HARARE: Zimbabwe will introduce a new currency in the next 12 months, Zimbabwe finance minister said, as a shortage of United States (US) dollars has plunged the financial system into disarray and forced businesses to close.
In the past two months, the southern African nation has suffered acute shortages of imported goods, including fuel whose price was increased by 150 per cent on Saturday.
Zimbabwe abandoned its own currency in 2009 after it was wrecked by hyperinflation and adopted the greenback and other currencies, such as sterling and the South African rand.
But there is not enough hard currency in the country to back up the $10 billion of electronic funds trapped in local bank accounts, prompting demands from businesses and civil servants for cash which can be deposited and used to make payments.
“On the issue of raising enough foreign currency to introduce the new currency, we are on our way already, give us months, not years,” he said.
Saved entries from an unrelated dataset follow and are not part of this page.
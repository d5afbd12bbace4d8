// Package maps is the table of the renderer's maps: for each map (redshift,
// intensity, radius, order, shadow, delay, rings, polarisation, temperature,
// color-temperature) the quantity it shows, how a pixel is
// placed on its colour scale, its colours, its 8-bit palette, and its
// decorated figure (title, colour bar, contours, overlays). Adding a map is
// adding one entry to the table in this file (and its name to
// scene.MapNames, which a test checks against the table).
package maps

import (
	"fmt"
	"image"
	"image/color"
	"math"

	"kerrscope/colormap"
	"kerrscope/raytrace"
	"kerrscope/render/internal/figure"
	"kerrscope/render/pixels"
	"kerrscope/scene"
)

// Class is what a map pixel shows.
type Class uint8

const (
	NoDisk   Class = iota // no disk seen, photon from infinity
	Horizon               // no disk seen, photon from the horizon
	OnScale               // a value on the map's colour scale (position in t)
	Category              // an image order (the order in t)
	Escaped               // shadow map: photon from infinity
	Edge                  // shadow map: captured pixel on the ray-traced edge
)

// Colours of the shadow map's classes.
var (
	EscapedColor = color.RGBA{0xd8, 0xd8, 0xd4, 0xff}
	EdgeColor    = color.RGBA{0xd0, 0x2f, 0x6a, 0xff}
)

// Map is one entry of the table of maps.
type Map struct {
	Name  string       // as in the scene's output.maps and in file names
	Title string       // figure title
	Scale colormap.Map // continuous colour scale; the zero Map for categorical maps

	// needs is the set of per-order records the map reads.
	needs pixels.Keep
	// pixel returns the function that places pixel k of the frame on the
	// map (its class and, for OnScale and Category, t), with the scales
	// already completed from the frame.
	pixel func(f *pixels.Frame, sc Scales) func(k int) (Class, float64)
	// scale, for a map of one quantity on a continuous scale, gives that
	// quantity row by row and its position on the scale (Draw's fast
	// path; pixel is made from it).
	scale *onScaleMap
	// palette is the colour table of the map's 8-bit images, laid out
	// for indexOf.
	palette func() color.Palette
	// decorate adds the colour bar and any contours, overlays and legend
	// to the map's figure.
	decorate func(f *pixels.Frame, sc Scales, p *figure.Panel)
	// grid, if not nil, draws the map's figure instead of one decorated
	// panel (Figure).
	grid func(m Map, f *pixels.Frame, sc Scales) (image.Image, error)
}

// table lists every map, in the order of scene.MapNames.
var table = []Map{
	{
		Name: "redshift", Title: "redshift factor *{g}", Scale: colormap.Redshift, needs: pixels.KeepG,
		scale: &onScaleMap{value: firstSeenRow(func(f *pixels.Frame) [][]float32 { return f.G }),
			position: func(f *pixels.Frame, sc Scales) func(float64) float64 { return sc.gPositioner() }},
		palette:  scalePalette(colormap.Redshift),
		decorate: redshiftBar,
	},
	{
		Name: "intensity", Title: "observed line intensity", Scale: colormap.Sequential, needs: pixels.KeepLine,
		scale:    &onScaleMap{value: totalRow(func(f *pixels.Frame) [][]float32 { return f.Line }), position: intensityPosition},
		palette:  scalePalette(colormap.Sequential),
		decorate: intensityBar,
	},
	{
		Name: "radius", Title: "source radius", Scale: colormap.Sequential, needs: pixels.KeepR,
		scale: &onScaleMap{value: firstSeenRow(func(f *pixels.Frame) [][]float32 { return f.R }),
			position: func(f *pixels.Frame, sc Scales) func(float64) float64 { return colormap.LogScale(sc.RMin, sc.RMax) }},
		palette:  scalePalette(colormap.Sequential),
		decorate: radiusDecoration,
	},
	{
		Name: "order", Title: "image order seen first",
		pixel:    orderPixel,
		palette:  orderPalette,
		decorate: orderBar,
	},
	{
		Name: "shadow", Title: "shadow: captured photons and the critical curve",
		pixel:    shadowPixel,
		palette:  func() color.Palette { return color.Palette{colormap.NoHit, colormap.Shadow, EscapedColor, EdgeColor} },
		decorate: shadowDecoration,
	},
	{
		Name: "delay", Title: "arrival-time delay of the first image seen", Scale: colormap.Sequential,
		scale:    &onScaleMap{value: delayRow, position: delayPosition},
		palette:  scalePalette(colormap.Sequential),
		decorate: delayBar,
	},
	{
		Name: "rings", Title: "every image order on its own (transparent-disk view)", needs: pixels.KeepLine | pixels.KeepBehind,
		pixel:    ringsPixel,
		palette:  orderPalette,
		decorate: ringsBar,
		grid:     ringsGrid,
	},
	{
		Name: "temperature", Title: "disk effective temperature at the first image seen", Scale: colormap.Sequential, needs: pixels.KeepR,
		scale:    &onScaleMap{value: pixelRow(temperatureAt), position: logPosition(temperatureAt)},
		palette:  scalePalette(colormap.Sequential),
		decorate: logBar(temperatureAt, "T_eff [K] (Page–Thorne flux)"),
	},
	{
		Name: "color-temperature", Title: "observed colour temperature g f_col kT", Scale: colormap.Sequential, needs: pixels.KeepR | pixels.KeepG,
		scale:    &onScaleMap{value: pixelRow(colorTemperatureAt), position: logPosition(colorTemperatureAt)},
		palette:  scalePalette(colormap.Sequential),
		decorate: logBar(colorTemperatureAt, "g f_col kT [keV]"),
	},
	{
		Name: scene.PolarisationMap, Title: "linear polarisation over the line intensity", Scale: colormap.Sequential,
		needs:    pixels.KeepLine | pixels.KeepStokes,
		scale:    &onScaleMap{value: totalRow(func(f *pixels.Frame) [][]float32 { return f.Line }), position: intensityPosition},
		palette:  scalePalette(colormap.Sequential),
		decorate: polarisationDecoration,
	},
}

func init() {
	for i := range table {
		if o := table[i].scale; o != nil {
			table[i].pixel = o.pixel
		}
	}
}

// Names returns the names of every map, in table order.
func Names() []string {
	out := make([]string, len(table))
	for i, m := range table {
		out[i] = m.Name
	}
	return out
}

// Lookup returns the map of a name.
func Lookup(name string) (Map, error) {
	for _, m := range table {
		if m.Name == name {
			return m, nil
		}
	}
	return Map{}, fmt.Errorf("no map named %q (maps: %v)", name, Names())
}

// Needs returns the per-order records of a frame that the map reads
// (pixels.Keep); its images and figure need a frame that has them.
func (m Map) Needs() pixels.Keep { return m.needs }

// Classify places every pixel of the frame on the map with the scales sc
// (completed from the frame where zero): for OnScale pixels t is the
// position on the colour scale in [0, 1], for Category pixels the image
// order.
func (m Map) Classify(f *pixels.Frame, sc Scales) (class []Class, t []float64) {
	class = make([]Class, f.W*f.H)
	t = make([]float64, f.W*f.H)
	at := m.pixel(f, sc.Fill(f))
	for k := range class {
		class[k], t[k] = at(k)
	}
	return class, t
}

// colour is the RGB colour of a classified pixel.
func (m Map) colour(c Class, t float64) color.RGBA {
	switch c {
	case Horizon:
		return colormap.Shadow
	case OnScale:
		return m.Scale.At(t)
	case Category:
		return colormap.Order(int(t))
	case Escaped:
		return EscapedColor
	case Edge:
		return EdgeColor
	}
	return colormap.NoHit
}

// indexOf is the palette index of a classified pixel in Palette's layout:
// 0 no disk, 1 horizon, then the scale (colormap.PaletteIndex), the order
// colours from 2, or, for the shadow map, 2 from infinity and 3 the edge.
func indexOf(c Class, t float64) uint8 {
	switch c {
	case Horizon:
		return colormap.ShadowIndex
	case OnScale:
		return colormap.PaletteIndex(t)
	case Category:
		return uint8(2 + int(t)%colormap.OrderCount)
	case Escaped:
		return 2
	case Edge:
		return 3
	}
	return colormap.NoHitIndex
}

// Palette returns the colour table of the map's 8-bit images: for maps
// with a colour scale, colormap.Palette of it (index 0 no disk, 1 horizon,
// 2–255 the scale); for order, no disk, horizon, then the
// colormap.OrderCount order colours; for shadow, no disk, horizon, from
// infinity, edge.
func (m Map) Palette() color.Palette { return m.palette() }

// Image returns the pixel-exact colour image of the map (row 0 at the top).
func (m Map) Image(f *pixels.Frame, sc Scales) *image.RGBA {
	img := image.NewRGBA(image.Rect(0, 0, f.W, f.H))
	m.Draw(img, f, sc)
	return img
}

// Draw draws the map's Image into img, which must be f.W × f.H pixels
// with its origin at (0, 0) (a buffer reused from frame to frame).
func (m Map) Draw(img *image.RGBA, f *pixels.Frame, sc Scales) {
	if img.Rect != image.Rect(0, 0, f.W, f.H) {
		panic(fmt.Sprintf("maps: Draw into a %v image for a %d×%d frame", img.Rect, f.W, f.H))
	}
	sc = sc.Fill(f)
	set := func(k int, c color.RGBA) {
		p := img.Pix[4*k : 4*k+4 : 4*k+4] // row stride = 4 f.W
		p[0], p[1], p[2], p[3] = c.R, c.G, c.B, c.A
	}
	if o := m.scale; o != nil {
		// The colours of pixel and colour, a row at a time; with a
		// valueTable for large images, the same colours read by the
		// value's bits.
		pos := o.position(f, sc)
		var vt *valueTable
		if f.W*f.H >= tableMinPixels {
			if t, ok := newValueTable(m.Scale, pos); ok {
				vt = &t
			}
		}
		row := make([]float32, f.W)
		for j := 0; j < f.H; j++ {
			o.value(f, j, row)
			pix, fate := img.Pix[4*j*f.W:4*(j+1)*f.W], f.Fate[j*f.W:(j+1)*f.W]
			for i, v := range row {
				var c color.RGBA
				ok := false
				if vt != nil {
					c, ok = vt.colour(v)
				}
				if !ok {
					switch x := float64(v); {
					case !math.IsNaN(x):
						c = m.Scale.At(pos(x))
					case fate[i] == raytrace.Captured:
						c = colormap.Shadow
					default:
						c = colormap.NoHit
					}
				}
				p := pix[4*i : 4*i+4 : 4*i+4]
				p[0], p[1], p[2], p[3] = c.R, c.G, c.B, c.A
			}
		}
		return
	}
	at := m.pixel(f, sc)
	for k := 0; k < f.W*f.H; k++ {
		set(k, m.colour(at(k)))
	}
}

// Indexed returns the map as an 8-bit palette image (Palette): every
// pixel's index is chosen from its class and scale position, so no colour
// is ever quantised from RGB. It is the source of the sweep's GIFs.
func (m Map) Indexed(f *pixels.Frame, sc Scales) *image.Paletted {
	img := image.NewPaletted(image.Rect(0, 0, f.W, f.H), m.Palette())
	at := m.pixel(f, sc.Fill(f))
	for k := range img.Pix {
		img.Pix[k] = indexOf(at(k)) // row stride = f.W
	}
	return img
}

// onScaleMap is a map that shows one quantity on a continuous scale:
// pixels with a value are OnScale at position(value); others are NoDisk
// or Horizon by the photon's fate.
type onScaleMap struct {
	value    func(f *pixels.Frame, j int, row []float32) // the quantity along row j (NaN: no value)
	position func(*pixels.Frame, Scales) func(float64) float64
}

func (o *onScaleMap) pixel(f *pixels.Frame, sc Scales) func(int) (Class, float64) {
	pos := o.position(f, sc)
	row, j := make([]float32, f.W), -1
	return func(k int) (Class, float64) {
		if k/f.W != j {
			j = k / f.W
			o.value(f, j, row)
		}
		if x := float64(row[k%f.W]); !math.IsNaN(x) {
			return OnScale, pos(x)
		}
		return fateClass(f, k), 0
	}
}

// firstSeenRow gives the record q (f.R or f.G) of the first order seen.
func firstSeenRow(q func(*pixels.Frame) [][]float32) func(*pixels.Frame, int, []float32) {
	return func(f *pixels.Frame, j int, row []float32) {
		v, k0 := q(f), j*f.W
		nan := float32(math.NaN())
		for i, o := range f.First[k0 : k0+len(row)] {
			row[i] = nan // as f.FirstSeenAt(v, k0+i)
			if o >= 0 {
				row[i] = v[o][k0+i]
			}
		}
	}
}

// totalRow gives the record q (f.Line) summed over the orders seen.
func totalRow(q func(*pixels.Frame) [][]float32) func(*pixels.Frame, int, []float32) {
	return func(f *pixels.Frame, j int, row []float32) {
		v, k0 := q(f), j*f.W
		for i := range row {
			row[i] = f.TotalAt(v, k0+i)
		}
	}
}

// intensityPosition is the intensity map's scale: linear from 0 or IDecades
// decades below IMax, as the scene's output.intensity_scale says.
func intensityPosition(f *pixels.Frame, sc Scales) func(float64) float64 {
	if f.Res.Output.IntensityScale == "linear" {
		return func(x float64) float64 { return colormap.Linear(x, 0, sc.IMax) }
	}
	return colormap.LogScale(sc.IMax*math.Pow(10, -sc.IDecades), sc.IMax)
}

func fateClass(f *pixels.Frame, k int) Class {
	if f.Fate[k] == raytrace.Captured {
		return Horizon
	}
	return NoDisk
}

func orderPixel(f *pixels.Frame, _ Scales) func(int) (Class, float64) {
	return func(k int) (Class, float64) {
		if o := f.First[k]; o >= 0 {
			return Category, float64(o)
		}
		return fateClass(f, k), 0
	}
}

func shadowPixel(f *pixels.Frame, _ Scales) func(int) (Class, float64) {
	return func(k int) (Class, float64) {
		if f.Fate[k] != raytrace.Captured {
			return Escaped, 0
		}
		if onEdge(f, k) {
			return Edge, 0
		}
		return Horizon, 0
	}
}

// onEdge reports whether pixel k is captured with an escaping 4-neighbour.
func onEdge(f *pixels.Frame, k int) bool {
	if f.Fate[k] != raytrace.Captured {
		return false
	}
	i, j := k%f.W, k/f.W
	for _, d := range [][2]int{{-1, 0}, {1, 0}, {0, -1}, {0, 1}} {
		ii, jj := i+d[0], j+d[1]
		if ii >= 0 && ii < f.W && jj >= 0 && jj < f.H && f.Fate[jj*f.W+ii] != raytrace.Captured {
			return true
		}
	}
	return false
}

func scalePalette(m colormap.Map) func() color.Palette {
	return func() color.Palette { return colormap.Palette(m) }
}

func orderPalette() color.Palette {
	p := color.Palette{colormap.NoHit, colormap.Shadow}
	for o := 0; o < colormap.OrderCount; o++ {
		p = append(p, colormap.Order(o))
	}
	return p
}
Zimbabwe’s foreign reserves now provide less than two weeks cover for imports, central bank data show. The government has previously said it would only consider launching a new currency if it had at least six months of reserves.
Locals are haunted by memories of the Zimbabwean dollar, which became worthless as inflation spiraled to reach 500 billion percent in 2008, the highest rate in the world for a country not at war, wiping out pensions and savings.
A local associate of global brewing giant Anheuser-Busch Inbev said this week it would invest more than $120 million of dividends and fees trapped in Zimbabwe into the central bank’s savings bonds.